DATA FOR PROCESSING:

┄┄┄┄┄┄┄┄┄┄

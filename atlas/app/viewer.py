"""The viewer: one session's widgets and plots, all derived from a :class:`ViewState`.

Widgets only set the state; one watcher on the state redraws what changed, with the
Bokeh document held so each gesture reaches the browser as one update.  Each strip is
a Bokeh figure with a fixed ``Range1d``; a ``RangesUpdate`` event (the end of a pan or
zoom) sets ``lo``/``hi`` and the server answers with at most about two points per
pixel from :mod:`atlas.lod` (real samples when zoomed in far enough).
"""

from __future__ import annotations

import dataclasses
import html
import math

import numpy as np
import panel as pn
from bokeh.events import RangesUpdate, Reset, Tap
from bokeh.models import (
    BoxAnnotation,
    BoxEditTool,
    BoxZoomTool,
    ColumnDataSource,
    CustomJS,
    Div,
    HoverTool,
    LabelSet,
    PanTool,
    Range1d,
    ResetTool,
    WheelZoomTool,
)
from bokeh.plotting import figure

from atlas.app import compare as cmpmod
from atlas.app import markers
from atlas.app.data import AtlasData, line_list
from atlas.app.frames import Frame, scale
from atlas.app.state import (
    DEFAULTS,
    MAX_MARKS,
    PER_PAGE_MAX,
    URL_PARAMS,
    ViewState,
    parse_marks,
    parse_query,
    parse_search,
)
from atlas.physics.constants import C_KMS
from atlas.presentation import PALETTE, record_rows, y_limits
from atlas.store import DamagedStar

DEFAULT_PX = 1100  # plot width assumed before the browser reports it
JUMP_KMS = 150.0  # half-width of the window a go-to opens, km/s

# Our own palette: ink on warm paper, one accent for the focused strip.
INK = PALETTE["ink"]
PAPER = PALETTE["paper"]
RULE = PALETTE["rule"]
SPECTRUM = PALETTE["spectrum"]
STELLAR = PALETTE["stellar"]
TELLURIC = PALETTE["telluric"]
FOCUS = PALETTE["mark"]
FEATURE_ID = PALETTE["feature_known"]
FEATURE_UN = PALETTE["feature_unexplained"]
OVERVIEW = PALETTE["overview"]
SECOND = PALETTE["second"]
GROW = PALETTE["grow"]
FADE = PALETTE["fade"]

CSS = f"""
:host {{ --striae-ink: {INK}; }}
.striae-card table {{ border-collapse: collapse; font-size: 12.5px; width: 100%; }}
.striae-card td {{ padding: 2px 4px; border-bottom: 1px solid {RULE}; vertical-align: top; }}
.striae-card td:first-child {{ color: #5a6275; white-space: nowrap; }}
.striae-card .na {{ color: #9a9fab; font-style: italic; }}
.striae-swatch {{ display:inline-block; width: 44px; height: 18px; border-radius: 3px;
  border: 1px solid #00000033; vertical-align: middle; }}
"""

READOUT_JS = """
const x = cb_obj.x;
if (x == null || !isFinite(x)) { return; }
const m = meta.data;
const sc = m.scale[0];
const lam = x * sc;
function interp(xs, ys, v) {
  const n = xs.length;
  if (n == 0) { return NaN; }
  if (n == 1) { return ys[0] + (v - xs[0]); }
  let lo = 0, hi = n - 1;
  if (v <= xs[0]) { hi = 1; } else if (v >= xs[n - 1]) { lo = n - 2; } else {
    while (hi - lo > 1) { const mid = (lo + hi) >> 1; if (xs[mid] <= v) { lo = mid; } else { hi = mid; } }
  }
  const t = (v - xs[lo]) / (xs[hi] - xs[lo]);
  return ys[lo] + t * (ys[hi] - ys[lo]);
}
const vac = interp(conv.data.d, conv.data.vac, lam);
const air = interp(conv.data.d, conv.data.air, lam);
const xs = src.data.x, ys = src.data.y;
let f = '';
if (xs.length > 0) {
  let lo = 0, hi = xs.length - 1;
  while (hi - lo > 1) { const mid = (lo + hi) >> 1; if (xs[mid] <= x) { lo = mid; } else { hi = mid; } }
  const i = Math.abs(xs[lo] - x) <= Math.abs(xs[hi] - x) ? lo : hi;
  const y = ys[i];
  f = isFinite(y) ? ' · flux ' + (Math.abs(y) < 1e4 ? y.toFixed(3) : y.toExponential(3)) : ' · flux masked';
}
let v = '';
if (m.ref_A[0] > 0) {
  const r = lam / m.ref_A[0];
  const kms = C_KMS * (r * r - 1) / (r * r + 1);
  v = ' · v ' + (kms >= 0 ? '+' : '') + kms.toFixed(2) + ' km/s from ' + m.ref_name[0];
}
out.text = '<b>' + m.frame[0] + ' frame</b> · λ ' + air.toFixed(3) + ' Å air · ' +
  vac.toFixed(3) + ' Å vacuum' + v + f;
""".replace("C_KMS", repr(C_KMS))

KEYS_JS = """
if (window.__striae_keys) { window.removeEventListener('keydown', window.__striae_keys); }
const actions = {ArrowDown: 'strip+', ArrowRight: 'strip+', ArrowUp: 'strip-', ArrowLeft: 'strip-',
                 PageDown: 'page+', PageUp: 'page-', Home: 'first', End: 'last'};
window.__striae_keys = (e) => {
  const t = e.composedPath ? e.composedPath()[0] : e.target;
  if (t && (t.tagName === 'INPUT' || t.tagName === 'TEXTAREA' || t.tagName === 'SELECT' || t.isContentEditable)) { return; }
  if (e.altKey || e.ctrlKey || e.metaKey) { return; }
  const a = actions[e.key];
  if (!a) { return; }
  e.preventDefault();
  bridge.tags = [a, Date.now()];
};
window.addEventListener('keydown', window.__striae_keys);
// Back and Forward: send the address the browser went to; the server restores that view
if (window.__striae_pop) { window.removeEventListener('popstate', window.__striae_pop); }
window.__striae_pop = () => { bridge.tags = ['url', window.location.search.slice(0, 4000), Date.now()]; };
window.addEventListener('popstate', window.__striae_pop);
// The view then writes its address again: the same address replaces the history entry
// instead of adding one (which would drop every entry after it, so Forward would not work)
if (!history.__striae_same_url) {
  const push = history.pushState.bind(history);
  history.pushState = function (data, title, url) {
    if (url != null && new URL(url, window.location.href).href === window.location.href) {
      return history.replaceState(data, title, url);
    }
    return push(data, title, url);
  };
  history.__striae_same_url = true;
}
"""


COPY_JS = """
const url = window.location.href;
field.value = url;
field.visible = true;
function find(root) {
  for (const e of root.querySelectorAll('*')) {
    if (e.tagName === 'INPUT' && e.placeholder === 'link to this view') { return e; }
    if (e.shadowRoot) { const f = find(e.shadowRoot); if (f) { return f; } }
  }
  return null;
}
function pick() {
  const el = find(document);
  if (!el) { return false; }
  el.value = url; el.focus(); el.select();
  try { return document.execCommand('copy'); } catch (err) { return false; }
}
if (navigator.clipboard && window.isSecureContext) {
  navigator.clipboard.writeText(url).catch(() => setTimeout(pick, 80));
} else {
  // plain http: no clipboard API; show the link selected so Ctrl+C copies it
  setTimeout(pick, 80);
}
"""


def swatch_css(colour) -> str | None:
    """A CSS colour from a record's ``colour_srgb`` ([r, g, b] in 0..1 or 0..255, or #hex)."""
    if isinstance(colour, str) and len(colour) in (4, 7) and colour.startswith("#"):
        return colour if all(c in "0123456789abcdefABCDEF" for c in colour[1:]) else None
    if isinstance(colour, (list, tuple)) and len(colour) == 3:
        try:
            vals = [float(c) for c in colour]
        except (TypeError, ValueError):
            return None
        if not all(math.isfinite(c) for c in vals):
            return None
        if max(vals) <= 1.0:
            vals = [c * 255 for c in vals]
        r, g, b = (int(round(min(255, max(0, c)))) for c in vals)
        return f"#{r:02x}{g:02x}{b:02x}"
    return None


def star_card_html(rec: dict, frame_note: str = "") -> str:
    """The star card: name, class, Teff, RV, barycentric correction, S/N, R, colour, file."""
    colour = swatch_css(rec.get("colour_srgb"))
    sw = (f'<span class="striae-swatch" style="background:{colour}"></span> {colour}'
          if colour else '<span class="na">not measured</span>')
    na = '<span class="na">not measured</span>'
    rows = []
    for label, text in record_rows(rec):
        if label == "range (vacuum)" and text is None:
            text = "not measured"
        rows.append((label, html.escape(text) if text is not None else
                     ('<span class="na">unknown</span>' if label == "source file" else na)))
        if label == "resolving power":
            rows.append(("true colour", sw))
    body = "".join(f"<tr><td>{k}</td><td>{v}</td></tr>" for k, v in rows)
    note = f'<p style="color:#8a5a00;font-size:12px">{html.escape(frame_note)}</p>' if frame_note else ""
    return f'<div class="striae-card"><table>{body}</table>{note}</div>'


def spectrum_columns(x, y, level: int) -> dict:
    """Columns for a strip: real samples as a line (``lo`` = ``hi`` = ``y``), or min/max
    envelopes (level > 0, pairs of points per bin) as a band at the bin centres."""
    if level == 0 or len(x) < 2:
        return {"x": x, "y": y, "lo": y, "hi": y}
    n = len(x) // 2
    xc = 0.5 * (x[0:2 * n:2] + x[1:2 * n:2])
    a, b = y[0:2 * n:2], y[1:2 * n:2]
    lo, hi = np.fmin(a, b), np.fmax(a, b)
    return {"x": xc.astype(np.float32), "y": (0.5 * (lo + hi)).astype(np.float32),
            "lo": lo.astype(np.float32), "hi": hi.astype(np.float32)}


def plot_width_px(fig) -> int:
    """The plot's canvas width in pixels as the browser reported it (a default before)."""
    try:
        w = int(fig.inner_width or 0)
    except Exception:  # not reported yet
        w = 0
    return min(max(w, 200), 4000) if w > 0 else DEFAULT_PX


class Slot:
    """One strip figure on the page and its data sources."""

    def __init__(self, index: int, viewer: Viewer):
        self.index = index
        self.strip: int | None = None
        self.drawn = None
        z = np.zeros(0, np.float32)
        self.src = ColumnDataSource({"x": z, "y": z, "lo": z, "hi": z},
                                    name=f"spectrum-{index}")
        self.msrc = ColumnDataSource(markers._empty() | {"colour": []}, name=f"markers-{index}")
        self.fsrc = ColumnDataSource({"x": [], "y": [], "species": [], "rest": [], "ew": [], "colour": []})
        self.ksrc = ColumnDataSource({"x0": [], "x1": [], "note": [], "i": []}, name=f"marks-{index}")
        self.mark_idx: list[int] = []
        self.conv = ColumnDataSource({"d": [0.0, 1.0], "vac": [0.0, 1.0], "air": [0.0, 1.0]})
        fig = figure(
            height=118, sizing_mode="stretch_width", output_backend="webgl",
            x_range=Range1d(0, 1), y_range=Range1d(0, 1.2),
            tools="xpan", active_drag="xpan",
            toolbar_location="right", min_border_left=46, min_border_right=6,
            min_border_top=4, min_border_bottom=18, name=f"strip-{index}",
            background_fill_color=PAPER, border_fill_color="white",
        )
        fig.toolbar.logo = None
        # Ctrl + wheel zooms; the plain wheel keeps scrolling the page of strips.
        wheel = WheelZoomTool(dimensions="width", modifiers={"ctrl": True}, visible=False)
        fig.add_tools(wheel)
        fig.toolbar.active_scroll = wheel
        fig.grid.grid_line_color = RULE
        fig.xaxis.major_label_text_font_size = "10px"
        fig.yaxis.major_label_text_font_size = "9px"
        fig.yaxis.ticker.desired_num_ticks = 3
        fig.outline_line_width = 2
        fig.outline_line_color = None
        band = fig.vstrip(x0="x0", x1="x1", source=self.ksrc, fill_color=FOCUS, fill_alpha=0.22,
                          line_color=FOCUS, line_alpha=0.6, line_width=1)
        # Marks: pick the mark tool, Shift + drag to add, drag to move, click + Backspace to delete.
        # toolbar: pan, mark, box zoom, reset (hover and Ctrl + wheel work without buttons)
        self.box_edit = BoxEditTool(renderers=[band], empty_value=-1, description="mark a range "
                                    "(Shift + drag adds; click and Backspace deletes)")
        fig.add_tools(self.box_edit, BoxZoomTool(dimensions="width"), ResetTool())
        self.pan = fig.select_one({"type": PanTool})
        fig.add_layout(LabelSet(x="x0", y=-4, y_units="screen", text="note", source=self.ksrc,
                                text_font_size="10px", text_color="#6b4e00", x_offset=3,
                                text_baseline="bottom", background_fill_color="white",
                                background_fill_alpha=0.6))
        self.ksrc.on_change("data", lambda attr, old, new: viewer.on_marks_edited(self, new))
        mr = fig.vspan(x="x", source=self.msrc, line_color="colour", line_alpha=0.55, line_width=1)
        fig.add_layout(LabelSet(
            x="x", y=4, y_units="screen", text="label", source=self.msrc, text_font_size="9px",
            text_color="colour", angle=math.pi / 2, x_offset=-2, text_baseline="bottom",
            text_align="left",
        ))
        fig.varea(x="x", y1="lo", y2="hi", source=self.src, fill_color=SPECTRUM, fill_alpha=0.85)
        fig.line("x", "y", source=self.src, line_color=SPECTRUM, line_width=1.1)
        fr = fig.scatter("x", "y", source=self.fsrc, marker="inverted_triangle", size=7,
                         fill_color="colour", line_color=None)
        fig.add_tools(HoverTool(renderers=[mr], tooltips=[
            ("line", "@species"), ("rest air", "@air_A{0.000} Å"),
            ("rest vacuum", "@vacuum_A{0.000} Å"), ("strength", "@strength"),
            ("EW", "@ew")], point_policy="follow_mouse", visible=False))
        fig.add_tools(HoverTool(renderers=[fr], tooltips=[
            ("feature", "@species"), ("rest vacuum", "@rest"), ("EW", "@ew")], visible=False))
        fig.js_on_event("mousemove", CustomJS(
            args={"src": self.src, "conv": self.conv, "meta": viewer.meta, "out": viewer.readout},
            code=READOUT_JS))
        fig.on_event(RangesUpdate, lambda ev: viewer.on_range(self, ev))
        fig.on_event(Reset, lambda ev: viewer.on_reset(self))
        fig.on_change("inner_width", lambda attr, old, new: viewer.on_width())
        self.fig = fig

┄┄┄┄┄┄┄┄┄┄

TO DO: Starting at the line that contains "const n = xs.length;" and stopping after the line that contains "const t = (v - xs[lo]) / (xs[hi] - xs[lo]);", write out every line exactly as it appears above, and no other line.

TASK SOLUTION:
  const n = xs.length;
  if (n == 0) { return NaN; }
  if (n == 1) { return ys[0] + (v - xs[0]); }
  let lo = 0, hi = n - 1;
  if (v <= xs[0]) { hi = 1; } else if (v >= xs[n - 1]) { lo = n - 2; } else {
    while (hi - lo > 1) { const mid = (lo + hi) >> 1; if (xs[mid] <= v) { lo = mid; } else { hi = mid; } }
  }
  const t = (v - xs[lo]) / (xs[hi] - xs[lo]);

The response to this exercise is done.